# AirVenture 2007



## Micdrow (Nov 3, 2006)

I know its early, but saying this for a reason, If you want to go and need reservations now is the time to do it not to mention save up for it. 

Some people already have reservations in for this year at some local hotels. This is the largest airshow in the world with around 10,000 plus aircraft that show up each year. A must see for any one into aviation. Its a 7 day airshow blitz. Luckly for me its only 20 minutes down the road and Ive been going off and on for the last 15 years. 

Here is the link to see Airventures in the past and what will be knew for 2007. Its updated periotically including during the week of the airshow.

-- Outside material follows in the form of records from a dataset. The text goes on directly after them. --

@pytest.mark.parametrize(
    ("old", "new", "message"),
    [
        ("main].spring.rate", "main].spring.rat", r"tolerances\.spreads\[1\]\.field must be a number of the mechanism, "
         r"got 'springs\[main\]\.spring\.rat'; did you mean 'springs\[0\]\.spring\.rate'\?"),
        ("springs[main]", "springs[mian]", r"got 'springs\[mian\]\.spring\.rate'; did you mean springs\[main\]\?"),
        ("springs[main]", "springs[1]", r"got 'springs\[1\]\.spring\.rate'; springs are counted from 0 here, and there "
         r"is 1"),
        ("springs[main].spring.rate", "springs[main].count", r"got 'springs\[main\]\.count'; a whole number does not"),
        ("springs[main].spring.rate", "travel[0]", r"got 'travel\[0\]'; the travel is where the mechanism is used"),
        ("springs[main].spring.rate", "sprocket", r"got 'sprocket'; names begin with linkage, springs\[0\], friction"),
        ("springs[main].spring.rate", "springs[main].path.first.at[1]", r"spreads\[2\]\.field must be one that no other "
         r"spread has, got 'springs\[0\]\.path\.first\.at\[1\]', which is that of spreads\[1\]"),
        ('"4 %"', '"-4 %"', r"tolerances\.spreads\[1\]\.normal: FieldSpread\.normal must be > 0, got -4 %"),
        ('"4 %"', "nan", r"FieldSpread\.normal must be finite, got nan"),
        ('"4 %"', "true", r"spreads\[1\]\.normal: must be a text with a unit such as '0\.5 mm' or '5 %', got the flag"),
        ('"4 %"', '"four %"', r"FieldSpread\.normal must be a percentage such as '5 %', got 'four %'"),
        ('"2 mm"', '"2"', r"FieldSpread\.uniform must be a text with a unit such as '0\.5 mm', or a .*, got '2'"),
        ('"2 mm"', "0.002", r"tolerances\.spreads\[2\] of springs\[0\]\.path\.first\.at\[1\] must be a text in m, or a "
         r"percentage, got 0\.002; write '0\.002 m' if m is meant"),
        ('"2 mm"', '"2 N"', r"spreads\[2\] of springs\[0\]\.path\.first\.at\[1\] must be a text in m, .*, got 2 N"),
        ('uniform = "2 mm"', 'uniform = "2 mm", normal = "1 mm"', r"FieldSpread must have one of normal, uniform and "
         r"samples, got normal and uniform"),
        (', uniform = "2 mm"', "", r"must have one of normal, uniform and samples, got none"),
        ('normal = "4 %"', 'samples = ["4 %", "5 %"]', r"FieldSpread\.samples must be values in one unit, not .*got 4 %"),
        ('normal = "4 %"', 'samples = ["245 N/m", "5 N"]', r"FieldSpread\.samples must be values in one unit, .*got 5 N"),
        ('normal = "4 %"', "samples = []", r"FieldSpread\.samples must be 1 to 100000 values, got 0"),
        ('normal = "4 %"', 'samples = ["245 N/m"], in_order = true', r"spreads\[1\]\.samples must be one for each of "
         r"2000 builds, got 1"),
        ('normal = "4 %"', 'normal = "4 %", in_order = true', r"in_order must go with samples, got it with normal"),
        ('normal = "4 %"', 'normal = "4 %", shared = "A"', r"spreads\[1\]\.shared must be a batch that another spread "
         r"names too, got 'A' once$"),
        ("builds = 2000", "builds = 10_000_000", r"Tolerances\.builds must be a whole number from 1 to 200000, got 1000"),
        ("builds = 2000", "seed = -1", r"Tolerances\.seed must be a whole number from 0 to \d+, got -1"),
        ("builds = 2000", "poses = 1", r"Tolerances\.poses must be a whole number from 2 to 2000, got 1"),
        ("builds = 2000", "adjusted_builds = 0", r"Tolerances\.adjusted_builds must be a whole .* to 20000, got 0"),
        ("builds = 2000", 'coverage = "101 %"', r"Tolerances\.coverage must be above 0 % and at most 100 %, got '101 %'"),
        ("builds = 2000", "coverage = 99", r"Tolerances\.coverage must be above 0 % .*, got 99; write '99 %' if percent"),
        ("builds = 2000", "coverage = 990", r"Tolerances\.coverage must be above 0 % and at most 100 %, got 990$"),
        ('"5 %"', "0.05", r"tolerances\.residual_limit: must be a text, got 0\.05; write it in quotes, with its unit or"),
        ('{ name = "anchor", field = "springs[0].path.first.at[1]", reach = "40 mm" }', '"springs[0].rigid_length"',
         r"tolerances\.adjusters\[1\]: must be a table with the key field, got the text 'springs\[0\]\.rigid_length'"),
        ("builds = 2000", 'payload = "crte"', r"tolerances\.payload must be the name of a payload, got 'crte'; did you"),
        ('"5 %"', '"5 kg"', r"tolerances\.residual_limit: torque must be a value in N\*m, got '5 kg'"),
        ('"40 mm"', '"40 deg"', r"tolerances\.adjusters\[1\] of springs\[0\]\.path\.first\.at\[1\] must be .*got 40 deg"),
        ('adjusters = [{ name = "anchor", field = "springs[0].path.first.at[1]"', 'adjusters = [{ field = "bolt"',
         r"tolerances\.adjusters\[1\]\.field must be a number of the mechanism, got 'bolt'"),
    ],
)  # fmt: skip
def test_what_is_refused(written: Write, old: str, new: str, message: str) -> None:
    with pytest.raises(PoiseFileError, match=message):
        guard.load(written(behind=stated((old, new))))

Here's the link 

EAA AirVenture Oshkosh

Enjoy Micdrow


----------



## evangilder (Nov 4, 2006)

I gotta get back to that again. I haven't been in 20 years, but remember how awesome it was.


----------



## Micdrow (Nov 4, 2006)

Its not confirmed yet but rumors have it that they are trying to get the new Airbus in this year.


Micdrow


----------



## evangilder (Nov 4, 2006)

As a flyover, or on static? I'm not sure the runways at Osh could handle that big old beast.


----------



## Micdrow (Nov 4, 2006)

Dont think it should be a problem. Ive seen the Antonov An-124 has landed at the EAA with a complete cargo of three sea planes on inside and so has the C-5 Galaxy along with the Boeing 747-400.

They are talking about static display for the Airbus.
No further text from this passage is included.